Demirtas M., YANAR H. , Saray O., PÜRÇEK G.

13th International Conference on Superplasticity in Advanced Materials, ICSAM 2018, Petersburg, Russia, 19 - 22 August 2018, pp.72-77 identifier

Abstract

© 2018 Trans Tech Publications, SwitzerlandThree Zn-Al alloys, namely Zn-22Al, Zn-5Al and Zn-0.3Al, were subjected to equal-channel angular pressing (ECAP), and the effect of ECAP on their microstructure and room temperature (RT) superplastic behavior were investigated in detail referring to previous studies reported by the authors of the current study. ECAP remarkably refined the microstructures of three alloys as compared to their pre-processed conditions.

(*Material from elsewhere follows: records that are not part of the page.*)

// The eight distributions a lifetime candidate may name, each described by
// where its location lives (log-time for the five distributions of positive
// time, time itself for the other three), its law, and how its usual
// parameters follow from the estimation parameters: the location μ (the
// intercept when there are no terms) and the log of the scale σ, or of the
// gamma's shape κ. Names of the usual parameters are the trade's: a Weibull
// has a shape β = 1/σ and a scale η = e^μ (common practice).
import { logisticLaw, normalLaw, smallestExtremeValueLaw, type StandardLaw } from './standard-families.ts';

export const DISTRIBUTION_NAMES = [
  'exponential', 'weibull', 'lognormal', 'loglogistic', 'gamma', 'normal', 'logistic', 'smallestExtremeValue',
] as const;
export type DistributionName = (typeof DISTRIBUTION_NAMES)[number];

/** A parameter as users know it, as a function of one estimation parameter v (μ or the log scale/shape). */
export interface UsualParameter {
  name: string;
  /** 'location': a function of μ, reported only when the location has no terms; 'extra': of the log scale or shape. */
  from: 'location' | 'extra';
  value: (v: number) => number;
  /** d value / dv, for the delta method. */
  slope: (v: number) => number;
}

export type DistributionForm =
  | { kind: 'locationScale'; law: StandardLaw; fixedScale: boolean }
  | { kind: 'gamma' };

export interface Distribution {
  name: DistributionName;
  /** 'log': μ is the location of ln t (a distribution of positive time); 'time': of t. */
  scale: 'log' | 'time';
  form: DistributionForm;
  /** Label of the extra estimation parameter in the covariance; null for the exponential (σ fixed at 1). */
  extraLabel: 'log(sigma)' | 'log(shape)' | null;
  usual: UsualParameter[];
}

const identity = (v: number) => v;
const one = () => 1;
const exp = (v: number) => Math.exp(v);
const expNegative = (v: number) => Math.exp(-v);
const minusExpNegative = (v: number) => -Math.exp(-v);

const scaleOfTime: UsualParameter = { name: 'scale', from: 'location', value: exp, slope: exp };
const shapeFromSigma: UsualParameter = { name: 'shape', from: 'extra', value: expNegative, slope: minusExpNegative };
const sigmaAs = (name: string): UsualParameter => ({ name, from: 'extra', value: exp, slope: exp });
const locationAs = (name: string): UsualParameter => ({ name, from: 'location', value: identity, slope: one });

export const DISTRIBUTIONS: Readonly<Record<DistributionName, Distribution>> = {
  // Mean life θ = e^μ; the log-time scale is fixed at 1.
  exponential: {
    name: 'exponential', scale: 'log', form: { kind: 'locationScale', law: smallestExtremeValueLaw, fixedScale: true },
    extraLabel: null, usual: [scaleOfTime],
  },
  weibull: {
    name: 'weibull', scale: 'log', form: { kind: 'locationScale', law: smallestExtremeValueLaw, fixedScale: false },
    extraLabel: 'log(sigma)', usual: [shapeFromSigma, scaleOfTime],
  },
  lognormal: {
    name: 'lognormal', scale: 'log', form: { kind: 'locationScale', law: normalLaw, fixedScale: false },
    extraLabel: 'log(sigma)', usual: [locationAs('meanlog'), sigmaAs('sdlog')],
  },
  loglogistic: {
    name: 'loglogistic', scale: 'log', form: { kind: 'locationScale', law: logisticLaw, fixedScale: false },
    extraLabel: 'log(sigma)', usual: [shapeFromSigma, scaleOfTime],
  },
  // Density t^{κ-1} e^{-t/θ} / (Γ(κ) θ^κ), θ = e^μ.
  gamma: {
    name: 'gamma', scale: 'log', form: { kind: 'gamma' },
    extraLabel: 'log(shape)', usual: [{ name: 'shape', from: 'extra', value: exp, slope: exp }, scaleOfTime],
  },
  normal: {
    name: 'normal', scale: 'time', form: { kind: 'locationScale', law: normalLaw, fixedScale: false },
    extraLabel: 'log(sigma)', usual: [locationAs('mean'), sigmaAs('sd')],
  },
  logistic: {
    name: 'logistic', scale: 'time', form: { kind: 'locationScale', law: logisticLaw, fixedScale: false },
    extraLabel: 'log(sigma)', usual: [locationAs('location'), sigmaAs('scale')],
  },
  smallestExtremeValue: {
    name: 'smallestExtremeValue', scale: 'time', form: { kind: 'locationScale', law: smallestExtremeValueLaw, fixedScale: false },
    extraLabel: 'log(sigma)', usual: [locationAs('location'), sigmaAs('scale')],
  },
};

export function isDistributionName(name: unknown): name is DistributionName {
  return typeof name === 'string' && Object.prototype.hasOwnProperty.call(DISTRIBUTIONS, name);
}

/** Whether the distribution holds positive times only. */
export function isPositiveTime(distribution: Distribution): boolean {
  return distribution.scale === 'log';
}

While the lowest grain size was achieved in Zn-22Al alloy as 200 nm, the grain sizes of Zn-5Al and Zn-0.3Al alloys were ~540 nm and 2 µm, respectively, after ECAP. After the formation of fine/ultrafine-grained (F/UFG) microstructures, all Zn-Al alloys exhibited superplastic behavior at RT and high strain rates. The maximum superplastic elongations were 400%, 520% and 1000% for Zn-22Al, Zn-5Al and Zn-0.3Al alloys, respectively. It is interesting to point out that the highest RT superplastic elongation was obtained in Zn-0.3Al alloy with the largest grain size, while Zn-22Al alloy having the lowest grain size showed the minimum superplastic elongation. This paradox was attributed to the different phase compositions of these alloys. The formation of Al-rich α/α phase boundaries, where grain boundary sliding is minimum comparing to Zn-rich η/η and η/α phase boundaries of Zn-Al alloys, is the lowest level in Zn-0.3Al alloy among all the alloys. Therefore, it can be concluded that if it is desired to achieve high superplastic elongation in Zn-Al alloys at RT, keeping Al content at a possibly minimum level seems to be the most suitable way.